Returns title of the ensemble.

getTransformations()[source]

Returns the Transformation used to superpose this conformation onto reference coordinates. The transformation can be used to superpose original PDB file onto the reference PDB file.

getWeights(selected=True)

Returns a copy of weights of selected atoms.

isDataLabel(label)

Returns True if data associated with label is present.

isSelected()

Returns if a subset of atoms are selected.

iterCoordsets()[source]

Iterate over coordinate sets. A copy of each coordinate set for selected atoms is returned. Reference coordinates are not included.

iterpose(rmsd=0.0001)[source]

Iteratively superpose the ensemble until convergence.
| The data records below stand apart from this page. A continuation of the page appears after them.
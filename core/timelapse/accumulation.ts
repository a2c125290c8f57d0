// Local accumulation time of a forming gradient from a movie's profiles.
//
// Definition (Berezhkovskii, Sample & Shvartsman 2010, Biophys. J. 99:L59; the definition and reference are from
// memory, the reference's title, authors and year checked against the publisher's listing):
//   τ(x) = ∫₀^∞ (1 − C(x,t)/C(x,∞)) dt, with t = 0 the onset of production and C(x,0) = 0.
// Estimator (positions are usually coarsened first, coarsenProfiles): the mean of the first `baselineFrames` frames (before production; autofluorescence) is subtracted,
// C(x,∞) is the mean of the last `plateauFrames` frames, and the integral runs by the trapezoid rule from the onset
// (C = 0 there) to the last frame. Uncertainty: first-order propagation of frame-to-frame noise, whose SD is
// estimated per position from the residuals of each frame of the movie's second half against the straight line
// through its two neighbours (robust: 1.4826 × median |residual|, so the curvature of the rise at a few frames does
// not inflate it; the second half because shot noise grows with the signal).
// Bias: when the movie ends before steady state, C(x,∞) is underestimated and τ too; for an exponential approach
// C = C∞(1 − e^{−t/τ}) ended at T the estimate is τ − T·q/(1 − q) with q = e^{−T/τ} (accumulationTruncationBias).
import { tQuantile } from '../stats';

/** Options of localAccumulationTime. */
export interface AccumulationOptions {
  /**
   * Frames at the start, before production begins, whose mean is the baseline subtracted from every frame
   * (autofluorescence, camera offset left after background subtraction); default 1. 0 = the profiles are already
   * zero at the onset.
   */
  readonly baselineFrames?: number;
  /**
   * Onset of production on the movie's clock, s; default: the last baseline frame's time (the first frame's with no
   * baseline frames). Frames after the baseline ones but not after the onset are left out of the integral.
   */
  readonly onsetS?: number;
  /** Frames at the end averaged for C(x,∞); default 3. */
  readonly plateauFrames?: number;
  /**
   * Rise over the last fifth of the movie, relative to C(x,∞), above which a position is flagged as still rising;
   * default 0.03. For an exponential approach that flags movies shorter than about 3.5 τ, where τ is underestimated
   * by about 11% or more (accumulationTruncationBias).
   */
  readonly riseLimit?: number;
  /** Confidence level of the intervals; default 0.95. */
  readonly level?: number;
}

/** τ(x) per position with its uncertainty and the checks that bear on it; NaN where not measurable. */
export interface AccumulationResult {
  readonly tauS: Float64Array;
  readonly tauSeS: Float64Array;
  readonly tauCiLowS: Float64Array;
  readonly tauCiHighS: Float64Array;
  /** C(x,∞) − baseline estimated from the last frames, and the frame-to-frame noise SD, in the profile's units. */
  readonly steadyState: Float64Array;
  readonly noiseSd: Float64Array;
  /** Rise over the last fifth of the movie (straight-line fit through its frames) / C(x,∞). */
  readonly lateRise: Float64Array;
  /** 1 where the last frames still rise by more than riseLimit (and by more than twice the noise), else 0. */
  readonly stillRising: Uint8Array;
  /** Movie length from onset to the last frame, s. */
  readonly movieLengthS: number;
  readonly level: number;
}

const NAME = 'localAccumulationTime';

interface Checked {
  readonly baseline: number; readonly first: number; readonly onsetS: number; readonly plateau: number; readonly riseLimit: number; readonly level: number;
}

function checkInputs(timesS: ArrayLike<number>, frames: readonly ArrayLike<number>[], options: AccumulationOptions): Checked {
  if (frames.length !== timesS.length) throw new RangeError(`${NAME}: ${timesS.length} times but ${frames.length} frames`);
  for (let i = 0; i < timesS.length; i++) {
    if (!Number.isFinite(timesS[i]) || (i > 0 && !(timesS[i] > timesS[i - 1]))) {
      throw new RangeError(`${NAME}: times must be finite and increasing (time ${i} is ${timesS[i]})`);
    }
    if (frames[i].length !== frames[0].length) throw new RangeError(`${NAME}: frame ${i} has ${frames[i].length} positions, frame 0 has ${frames[0].length}`);
  }
  const baseline = options.baselineFrames ?? 1;
  if (!(Number.isInteger(baseline) && baseline >= 0 && baseline < timesS.length)) {
    throw new RangeError(`${NAME}: baselineFrames must be an integer from 0 to the number of frames − 1, got ${baseline}`);
  }
  const onsetS = options.onsetS ?? timesS[Math.max(0, baseline - 1)];
  if (!Number.isFinite(onsetS)) throw new RangeError(`${NAME}: onsetS must be a finite number, got ${onsetS}`);
  if (baseline > 0 && onsetS < timesS[baseline - 1]) {
    throw new RangeError(`${NAME}: the onset (${onsetS} s) is before the last baseline frame (${timesS[baseline - 1]} s)`);
  }
  let first = baseline;
  while (first < timesS.length && timesS[first] <= onsetS) first++;
  const plateau = options.plateauFrames ?? 3;
  if (!(Number.isInteger(plateau) && plateau >= 1)) throw new RangeError(`${NAME}: plateauFrames must be an integer ≥ 1, got ${plateau}`);
  const usable = timesS.length - first;
  if (usable < plateau + 2) {
    throw new RangeError(`${NAME}: need at least ${plateau + 2} frames after the onset (plateauFrames + 2), got ${usable}`);
  }
  const riseLimit = options.riseLimit ?? 0.03;
  if (!(riseLimit > 0 && Number.isFinite(riseLimit))) throw new RangeError(`${NAME}: riseLimit must be a positive number, got ${riseLimit}`);
  const level = options.level ?? 0.95;
  if (!(level > 0 && level < 1)) throw new RangeError(`${NAME}: level must be between 0 and 1 (exclusive), got ${level}`);
  return { baseline, first, onsetS, plateau, riseLimit, level };
}

/** Trapezoid weights of the points (onset, t_first … t_last); index 0 is the onset (value 0, not noisy). */
export function trapezoidWeights(onsetS: number, timesS: ArrayLike<number>): Float64Array {
  const t = [onsetS, ...Array.from(timesS)];
  const w = new Float64Array(t.length);
  for (let i = 0; i + 1 < t.length; i++) {
    const half = (t[i + 1] - t[i]) / 2;
    w[i] += half;
    w[i + 1] += half;
  }
  return w;
}

/**
 * Robust SD of frame-to-frame noise in one series: residual of each inner frame against the line through its
 * neighbours, divided by √(1 + a² + b²) (the SD of that residual for unit noise), then 1.4826 × median |·|.
 */
export function frameNoiseSd(timesS: ArrayLike<number>, values: ArrayLike<number>): number {
  const scaled: number[] = [];
  for (let i = 1; i + 1 < values.length; i++) {
    const a = (timesS[i + 1] - timesS[i]) / (timesS[i + 1] - timesS[i - 1]);
    const b = 1 - a;
    const e = values[i] - (a * values[i - 1] + b * values[i + 1]);
    scaled.push(Math.abs(e) / Math.sqrt(1 + a * a + b * b));
  }
  if (scaled.length === 0) return NaN;
  scaled.sort((p, q) => p - q);
  const m = scaled.length;
  const med = m % 2 ? scaled[(m - 1) / 2] : (scaled[m / 2 - 1] + scaled[m / 2]) / 2;
  return 1.4826 * med;
}

/**
 * τ (s), its SE for unit noise SD (scale by the noise SD) and C(∞) − baseline of one position's series.
 * `values` are the frames after the onset at `timesS`; `baseline` is subtracted from them and is the mean of
 * `baselineFrames` frames (0 = a known zero), whose noise the SE includes.
 */
export function accumulationOfSeries(
  onsetS: number, timesS: ArrayLike<number>, values: ArrayLike<number>, plateauFrames: number,
  baseline = 0, baselineFrames = 0,
): { tauS: number; seUnitNoise: number; steadyState: number } {
  const n = values.length;
  const w = trapezoidWeights(onsetS, timesS);
  let cInf = 0;
  for (let i = n - plateauFrames; i < n; i++) cInf += values[i] - baseline;
  cInf /= plateauFrames;
  let integral = w[0]; // the onset point: C = 0, so 1 − C/C∞ = 1
  let weighted = 0;
  for (let i = 0; i < n; i++) {
    integral += w[i + 1] * (1 - (values[i] - baseline) / cInf);
    weighted += w[i + 1] * (values[i] - baseline);
  }
  // ∂τ/∂C_i = −w_i/C∞, plus Σw·C/C∞² shared out over the plateau frames that make C∞; each baseline frame moves
  // every C and C∞ alike: ∂τ/∂b = Σw·(C∞ − C)/C∞², shared out over the baseline frames.
  const plateauShare = weighted / (cInf * cInf) / plateauFrames;
  let sumSq = 0;
  for (let i = 0; i < n; i++) {
    const d = -w[i + 1] / cInf + (i >= n - plateauFrames ? plateauShare : 0);
    sumSq += d * d;
  }
  if (baselineFrames > 0) {
    const share = (integral - w[0]) / cInf / baselineFrames;
    sumSq += baselineFrames * share * share;
  }
  return { tauS: integral, seUnitNoise: Math.sqrt(sumSq), steadyState: cInf };
}

/**
 * Local accumulation time τ(x) in seconds at every position of a movie's profiles. `frames[t][x]` is the
 * background-subtracted signal at time timesS[t] (s) and position x (any fixed grid, e.g. x/EL bins). The mean of
 * the first baselineFrames frames is subtracted first. Positions with a non-finite value in any frame, or whose
 * C(∞) is not above twice its noise, get NaN.
 * Throws RangeError on bad options.
 */
export function localAccumulationTime(
  timesS: ArrayLike<number>, frames: readonly ArrayLike<number>[], options: AccumulationOptions = {},
): AccumulationResult {
  const { baseline, first, onsetS, plateau, riseLimit, level } = checkInputs(timesS, frames, options);
  const allTimes = Float64Array.from(timesS);
  const times = allTimes.subarray(first);
  const positions = frames[0].length;
  const nan = (): Float64Array => new Float64Array(positions).fill(NaN);
  const out = { tauS: nan(), tauSeS: nan(), tauCiLowS: nan(), tauCiHighS: nan(), steadyState: nan(), noiseSd: nan(), lateRise: nan() };
  const stillRising = new Uint8Array(positions);
  const dof = Math.max(1, frames.length - 2);
  const tq = tQuantile(0.5 + level / 2, dof);
  const all = new Float64Array(frames.length);
  for (let x = 0; x < positions; x++) {
    let finite = true;
    for (let t = 0; t < frames.length; t++) { all[t] = frames[t][x]; finite &&= Number.isFinite(all[t]); }
    if (!finite) continue;
    // Noise from the second half of the movie, where the signal and so its shot noise are largest: a conservative
    // SD for the earlier, dimmer frames.
    const half = Math.min(Math.floor(frames.length / 2), frames.length - 3);
    const noise = frameNoiseSd(allTimes.subarray(half), all.subarray(half));
    let base = 0;
    for (let t = 0; t < baseline; t++) base += all[t] / baseline;
    const series = all.subarray(first);
    const { tauS, seUnitNoise, steadyState } = accumulationOfSeries(onsetS, times, series, plateau, base, baseline);
    out.steadyState[x] = steadyState;
    out.noiseSd[x] = noise;
    if (!(steadyState > 2 * noise / Math.sqrt(plateau) && steadyState > 0)) continue;
    const se = seUnitNoise * noise;
    out.tauS[x] = tauS;
    out.tauSeS[x] = se;
    out.tauCiLowS[x] = tauS - tq * se;
    out.tauCiHighS[x] = tauS + tq * se;
    const { rise, seUnitNoise: riseSe } = lateRiseOf(times, series);
    out.lateRise[x] = rise / steadyState;
    stillRising[x] = rise / steadyState > riseLimit && rise > 2 * riseSe * noise ? 1 : 0;
  }
  return { ...out, stillRising, movieLengthS: times[times.length - 1] - onsetS, level };
}

/**
 * Rise over the last fifth of the movie: the least-squares slope through the frames in that window (at least 3)
 * times the window's length, and the standard error of that rise for unit noise.
 */
export function lateRiseOf(timesS: ArrayLike<number>, series: ArrayLike<number>): { rise: number; seUnitNoise: number } {
  const n = series.length;
  const start = timesS[n - 1] - 0.2 * (timesS[n - 1] - timesS[0]);
  let first = n - 1;
  while (first > 0 && (timesS[first - 1] >= start || n - first < 3)) first--;
  let st = 0, sy = 0;
  for (let i = first; i < n; i++) { st += timesS[i]; sy += series[i]; }
  const m = n - first, tBar = st / m, yBar = sy / m;
  let stt = 0, sty = 0;
  for (let i = first; i < n; i++) { stt += (timesS[i] - tBar) ** 2; sty += (timesS[i] - tBar) * (series[i] - yBar); }
  const span = timesS[n - 1] - timesS[first];
  return { rise: (sty / stt) * span, seUnitNoise: span / Math.sqrt(stt) };
}

/**
 * Relative bias (estimate/true − 1) of τ for an exponential approach C = C∞(1 − e^{−t/τ}) when C(∞) is taken as the
 * last value of a movie of length T = movieOverTau·τ: −(T/τ)·q/(1 − q), q = e^{−T/τ} (derived in the header).
 */
export function accumulationTruncationBias(movieOverTau: number): number {
  if (!(movieOverTau > 0)) throw new RangeError(`accumulationTruncationBias: movieOverTau must be positive, got ${movieOverTau}`);
  const q = Math.exp(-movieOverTau);
  return (-movieOverTau * q) / (1 - q);
}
Initially, all conformations are aligned with the reference coordinates. Then mean coordinates are calculated, and are set as the new reference coordinates. This is repeated until reference coordinates do not change. This is determined by the value of RMSD between the new and old reference coordinates. Note that at the end of the iterative procedure the reference coordinate set will be average of conformations in the ensemble.

Parameters:rmsd (float) – change in reference coordinates to determine convergence, default is 0.0001 Å RMSD
numAtoms(selected=True)

Returns number of atoms.

numConfs()

Returns number of conformations.

numCoordsets()

Returns number of conformations.

numSelected()

Returns number of selected atoms. Number of all atoms will be returned if a selection is not made. A subset of atoms can be selected by passing a selection to setAtoms().

select(selection)

Selects columns corresponding to a part of the atoms.

setAtoms(atoms)

Set atoms or specify a selection of atoms to be considered in calculations and coordinate requests. When a selection is set, corresponding subset of coordinates will be considered in, for example, alignments and RMSD calculations. Setting atoms also allows some functions to access atomic data when needed. For example, Ensemble and Conformation instances become suitable arguments for writePDB(). Passing None as atoms argument will deselect atoms.

setCoords(coords)

Set coords as the ensemble reference coordinate set. coords may be an array with suitable data type, shape, and dimensionality, or an object with getCoords() method.

setData(label, data)

Store atomic data under label, which must:

  • start with a letter
  • contain only alphanumeric characters and underscore
  • not be a reserved word (see listReservedWords())

data must be a list() or a ndarray and its length must be equal to the number of atoms. If the dimension of the data array is 1, i.e. data.ndim==1, label may be used to make atom selections, e.g. "label 1 to 10" or "label C1 C2". Note that, if data with label is present, it will be overwritten.

setTitle(title)

Set title of the ensemble.

setWeights(weights)[source]

Set atomic weights.

superpose(**kwargs)[source]

Superpose the ensemble onto the reference coordinates obtained by getCoords().